DATA RECORDS:
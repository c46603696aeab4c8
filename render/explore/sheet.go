package explore

import (
	"context"
	"image"
	"io"
	"path/filepath"
	"time"

	"github.com/tdewolff/canvas"

	"sheaf/render/contact"
	"sheaf/render/draw"
	"sheaf/render/insert"
	"sheaf/render/pdf"
	"sheaf/render/production"
	"sheaf/render/raster"
)

// sheetColumns is how many graphics a row of the sheet holds.
const sheetColumns = 4

// WriteSheets draws the report's graphics (Report.Graphics, in its
// order) into dir, made if missing: pairs.png, the graphics at 96 dpi on
// a contact sheet, numbered as in the report, and pairs.pdf, each graphic
// a page at the insert's size, dated date (see feature.DocumentDate). It
// returns the two paths. Each file is written under a temporary name and
// renamed into place when whole; cancelling ctx stops between graphics.
func WriteSheets(ctx context.Context, rep *Report, gs []*insert.Graphic, dir string, date time.Time) ([]string, error) {
	if len(gs) == 0 {
		return nil, nil
	}
	paper := gs[0].Paper()
	var thumbs []image.Image
	for _, g := range gs {
		w, h := g.Size()
		img, err := raster.DrawContext(ctx, w, h, 96, paper, func(c *canvas.Context) error { return g.Draw(c) })
		if err != nil {
			return nil, err
		}
		thumbs = append(thumbs, img)
	}
	png := filepath.Join(dir, "pairs.png")
	if err := production.WriteAtomic(png, func(w io.Writer) error {
		return raster.WritePNG(w, contact.Sheet(thumbs, sheetColumns))
	}); err != nil {
		return nil, err
	}
	// One page per graphic, at the insert's size, in the report's order:
	// a vector proof of each insert as build would draw it (one graphic a
	// page, so each keeps its own coordinates and gradients).
	pdfPath := filepath.Join(dir, "pairs.pdf")
	err := production.WriteAtomic(pdfPath, func(w io.Writer) error {
		doc := pdf.NewWriter(w, pdf.Options{Title: rep.job.Spec.Title + " — pairs", Version: production.Version, Date: date})
		for _, g := range gs {
			if err := ctx.Err(); err != nil {
				return err
			}
			gw, gh := g.Size()
			box := canvas.Rect{X0: 0, Y0: 0, X1: gw, Y1: gh}
			if err := doc.AddPage(pdf.PageSetup{Boxes: pdf.PageBoxes{Media: box, Bleed: box, Trim: box}}, func(c *canvas.Canvas) error {
				return g.Draw(canvas.NewContext(draw.Recording{Canvas: c})) // replayed into our PDF encoder
			}); err != nil {
				return err
			}
		}
		return doc.Close()
	})
	if err != nil {
		return nil, err
	}
	return []string{png, pdfPath}, nil
}
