// Subset writes a CID-keyed CFF table holding the glyphs in keep (and
// glyph 0, .notdef), numbered as in f: glyph g is CID g. Glyphs above the
// highest kept one are left out; other glyphs not kept are empty. name is
// written as the font's name.
func (f *Font) Subset(name string, keep []uint16) ([]byte, error) {
	ids := append([]uint16{0}, keep...)
	sort.Slice(ids, func(i, j int) bool { return ids[i] < ids[j] })
	last := int(ids[len(ids)-1])
	if last >= f.NumGlyphs() {
		return nil, errf("glyph %d is beyond the font's %d glyphs", last, f.NumGlyphs())
	}
	n := last + 1
	kept := make([]bool, n)
	for _, g := range ids {
		kept[g] = true
	}
	global, local, err := f.usedSubrs(ids)
	if err != nil {
		return nil, err
	}

	// Charstrings: the kept ones as they are, the others an endchar.
	var cs [][]byte
	for g := 0; g < n; g++ {
		if kept[g] {
			cs = append(cs, f.charStrings.get(g))
		} else {
			cs = append(cs, []byte{14})
		}
	}
	blank := func(x index, used map[int]bool) [][]byte {
		out := make([][]byte, x.count())
		for i := range out {
			if used[i] {
				out[i] = x.get(i)
			} else {
				out[i] = []byte{11} // return
			}
		}
		return out
	}
	gsubrs := writeIndex(blank(f.gsubrs, global))
	charStrings := writeIndex(cs)

	// charset (format 2, one range): glyph g has CID g.
	charset := []byte{0}
	if n > 1 {
		charset = []byte{2, 0, 1, byte((n - 2) >> 8), byte(n - 2)}
	}
	// FDSelect (format 3): runs of glyphs with one Font DICT.
	fdSel := []byte{3, 0, 0}
	runs := 0
	for g := 0; g < n; g++ {
		if g == 0 || f.fdOf(g) != f.fdOf(g-1) {
			fdSel = append(fdSel, byte(g>>8), byte(g), byte(f.fdOf(g)))
			runs++
		}
	}
	binary.BigEndian.PutUint16(fdSel[1:], uint16(runs))
	fdSel = append(fdSel, byte(n>>8), byte(n))

	// Strings: the ROS's registry and ordering.
	strs := writeIndex([][]byte{[]byte("Adobe"), []byte("Identity")})
	const sidAdobe, sidIdentity = 391, 392 // the first non-standard SIDs (TN #5176 Appendix A)

	// Private DICTs with their Subrs, one per Font DICT. The layout is
	// fixed by writing every offset as a 5-byte integer.
	type priv struct{ dict, subrs []byte }
	privs := make([]priv, len(f.fds))
	for i, fd := range f.fds {
		p := priv{dict: append([]byte(nil), fd.private...)}
		if fd.subrs.count() > 0 {
			p.subrs = writeIndex(blank(fd.subrs, local[i]))
			p.dict = appendInt5(p.dict, int32(len(fd.private)+6))
			p.dict = append(p.dict, opSubrs)
		}
		privs[i] = p
	}

	topDict := func(charsetAt, fdSelAt, csAt, fdArrAt int) []byte {
		var t []byte
		t = appendInt5(t, sidAdobe)
		t = appendInt5(t, sidIdentity)
		t = appendInt5(t, 0)
		t = append(t, 12, 30) // ROS
		t = append(t, f.top...)
		t = appendInt5(t, int32(n))
		t = append(t, 12, 34) // CIDCount
		t = appendInt5(t, int32(charsetAt))
		t = append(t, opCharset)
		t = appendInt5(t, int32(fdSelAt))
		t = append(t, 12, 37)
		t = appendInt5(t, int32(csAt))
		t = append(t, opCharStrings)
		t = appendInt5(t, int32(fdArrAt))
		t = append(t, 12, 36)
		return t
	}
	fdArray := func(privAt []int) []byte {
		var dicts [][]byte
		for i, fd := range f.fds {
			d := append([]byte(nil), fd.own...)
			d = appendInt5(d, int32(len(privs[i].dict)))
			d = appendInt5(d, int32(privAt[i]))
			d = append(d, opPrivate)
			dicts = append(dicts, d)
		}
		return writeIndex(dicts)
	}

	header := []byte{1, 0, 4, 4}
	nameIdx := writeIndex([][]byte{[]byte(name)})
	topLen := len(writeIndex([][]byte{topDict(0, 0, 0, 0)}))
	charsetAt := len(header) + len(nameIdx) + topLen + len(strs) + len(gsubrs)
	fdSelAt := charsetAt + len(charset)
	csAt := fdSelAt + len(fdSel)
	fdArrAt := csAt + len(charStrings)
	privAt := make([]int, len(privs))
	fdArrLen := len(fdArray(privAt))
	at := fdArrAt + fdArrLen
	for i, p := range privs {
		privAt[i] = at
		at += len(p.dict) + len(p.subrs)
	}

	out := make([]byte, 0, at)
	out = append(out, header...)
	out = append(out, nameIdx...)
	out = append(out, writeIndex([][]byte{topDict(charsetAt, fdSelAt, csAt, fdArrAt)})...)
	out = append(out, strs...)
	out = append(out, gsubrs...)
	out = append(out, charset...)
	out = append(out, fdSel...)
	out = append(out, charStrings...)
	out = append(out, fdArray(privAt)...)
	for _, p := range privs {
		out = append(out, p.dict...)
		out = append(out, p.subrs...)
	}
	if len(out) != at {
		return nil, errf("internal error: subset is %d bytes, %d planned", len(out), at)
	}
	return out, nil
}

func appendInt5(b []byte, v int32) []byte {
	return binary.BigEndian.AppendUint32(append(b, 29), uint32(v))
}

// writeIndex encodes an INDEX with the smallest offset size.
func writeIndex(objs [][]byte) []byte {
	if len(objs) == 0 {
		return []byte{0, 0}
	}
	total := 1
	for _, o := range objs {
		total += len(o)
	}
	size := 1
	for total >= 1<<(8*size) {
		size++
	}
	out := binary.BigEndian.AppendUint16(nil, uint16(len(objs)))
	out = append(out, byte(size))
	off := 1
	put := func(v int) {
		for s := size - 1; s >= 0; s-- {
			out = append(out, byte(v>>(8*s)))
		}
	}
	put(off)
	for _, o := range objs {
		off += len(o)
		put(off)
	}
	for _, o := range objs {
		out = append(out, o...)
	}
	return out
}

// bias is the subroutine number bias of an INDEX of n subroutines
// (Adobe TN #5177, "The Type 2 Charstring Format", §4.7).
func bias(n int) int {
	switch {
	case n < 1240:
		return 107
	case n < 33900:
		return 1131
	}
	return 32768
}

// errUnsure stops a walk that met arithmetic it does not follow: every
// subroutine is then kept.
var errUnsure = errors.New("charstring arithmetic")

// usedSubrs returns the global subroutines and, per Font DICT, the local
// ones that the glyphs call, directly or through other subroutines.
func (f *Font) usedSubrs(glyphs []uint16) (map[int]bool, []map[int]bool, error) {
	global := map[int]bool{}
	local := make([]map[int]bool, len(f.fds))
	for i := range local {
		local[i] = map[int]bool{}
	}
	unsure := false
	total := 0
	for _, g := range glyphs {
		if int(g) >= f.NumGlyphs() {
			return nil, nil, errf("glyph %d is beyond the font's %d glyphs", g, f.NumGlyphs())
		}
		fd := f.fdOf(int(g))
		w := walker{f: f, local: f.fds[fd].subrs, usedLocal: local[fd], usedGlobal: global}
		_, err := w.run(f.charStrings.get(int(g)), 0)
		if total += w.steps; total > maxTotalSteps {
			return nil, nil, errf("charstrings take more than %d steps to walk", maxTotalSteps)
		}
		if errors.Is(err, errUnsure) {
			unsure = true
			continue
		}
		if err != nil {
			return nil, nil, errf("glyph %d: %v", g, err)
		}
	}
	if unsure {
		for i := 0; i < f.gsubrs.count(); i++ {
			global[i] = true
		}
		for fd := range f.fds {
			for i := 0; i < f.fds[fd].subrs.count(); i++ {
				local[fd][i] = true
			}
		}
	}
	return global, local, nil
}

// walker follows a Type 2 charstring (TN #5177) far enough to know which
// subroutines it calls: it tracks the operand stack and counts stem hints,
// whose number sets the length of hintmask and cntrmask operands.
type walker struct {
	f                     *Font
	local                 index
	usedLocal, usedGlobal map[int]bool
	stack                 []float64
	stems                 int
	steps                 int
}

// maxSteps bounds the work one glyph may cause, subroutine loops
// included; maxTotalSteps all glyphs' (a font of 65,535 glyphs of 500
// steps each is well under it).
const (
	maxSteps      = 1 << 16
	maxTotalSteps = 1 << 25
)

// run interprets cs; it reports whether endchar was met.
func (w *walker) run(cs []byte, depth int) (bool, error) {
	if depth > 10 {
		return false, errors.New("subroutines nested deeper than 10 (TN #5177 limit)")
	}
	for p := 0; p < len(cs); {
		w.steps++
		if w.steps > maxSteps {
			return false, errors.New("charstring does not end")
		}
		c := cs[p]
		switch {
		case c >= 32:
			var v float64
			switch {
			case c <= 246:
				v, p = float64(int(c)-139), p+1
			case c <= 250:
				if p+2 > len(cs) {
					return false, errors.New("charstring ends inside a number")
				}
				v, p = float64((int(c)-247)*256+int(cs[p+1])+108), p+2
			case c <= 254:
				if p+2 > len(cs) {
					return false, errors.New("charstring ends inside a number")
				}
				v, p = float64(-(int(c)-251)*256-int(cs[p+1])-108), p+2
			default:
				if p+5 > len(cs) {
					return false, errors.New("charstring ends inside a number")
				}
				v, p = float64(int32(binary.BigEndian.Uint32(cs[p+1:])))/65536, p+5
			}
			if len(w.stack) >= 48 {
				return false, errors.New("charstring operand stack overflows (48)")
			}
			w.stack = append(w.stack, v)
			continue
		case c == 28:
			if p+3 > len(cs) {
				return false, errors.New("charstring ends inside a number")
			}
			if len(w.stack) >= 48 {
				return false, errors.New("charstring operand stack overflows (48)")
			}
			w.stack = append(w.stack, float64(int16(binary.BigEndian.Uint16(cs[p+1:]))))
			p += 3
			continue
		}
		p++
		switch c {
		case 1, 3, 18, 23: // hstem, vstem, hstemhm, vstemhm
			w.stems += len(w.stack) / 2
			w.stack = w.stack[:0]
		case 19, 20: // hintmask, cntrmask: an implied vstem may come first
			w.stems += len(w.stack) / 2
			w.stack = w.stack[:0]
			p += (w.stems + 7) / 8
			if p > len(cs) {
				return false, errors.New("charstring ends inside a hint mask")
			}
		case 10, 29: // callsubr, callgsubr
			if len(w.stack) == 0 {
				return false, errors.New("subroutine call without a number")
			}
			x, used := w.local, w.usedLocal
			if c == 29 {
				x, used = w.f.gsubrs, w.usedGlobal
			}
			i := int(w.stack[len(w.stack)-1]) + bias(x.count())
			w.stack = w.stack[:len(w.stack)-1]
			if i < 0 || i >= x.count() {
				return false, fmt.Errorf("call of subroutine %d of %d", i, x.count())
			}
			used[i] = true
			end, err := w.run(x.get(i), depth+1)
			if err != nil || end {
				return end, err
			}
		case 11: // return
			return false, nil
		case 14: // endchar
			return true, nil
		case 12:
			if p >= len(cs) {
				return false, errors.New("charstring ends inside an operator")
			}
			op := cs[p]
			p++
			if op >= 3 && op <= 30 {
				// and, or, not, abs, add, …: values computed on the stack
				// could feed a call; follow no further.
				return false, errUnsure
			}
			w.stack = w.stack[:0]
		default: // path operators and reserved ones clear the stack
			w.stack = w.stack[:0]
		}
	}
	return false, nil
}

THE TASK: Tally the lines of the material above that include the string "sidAdobe", then give the number with no other text.

TASK RESPONSE: 2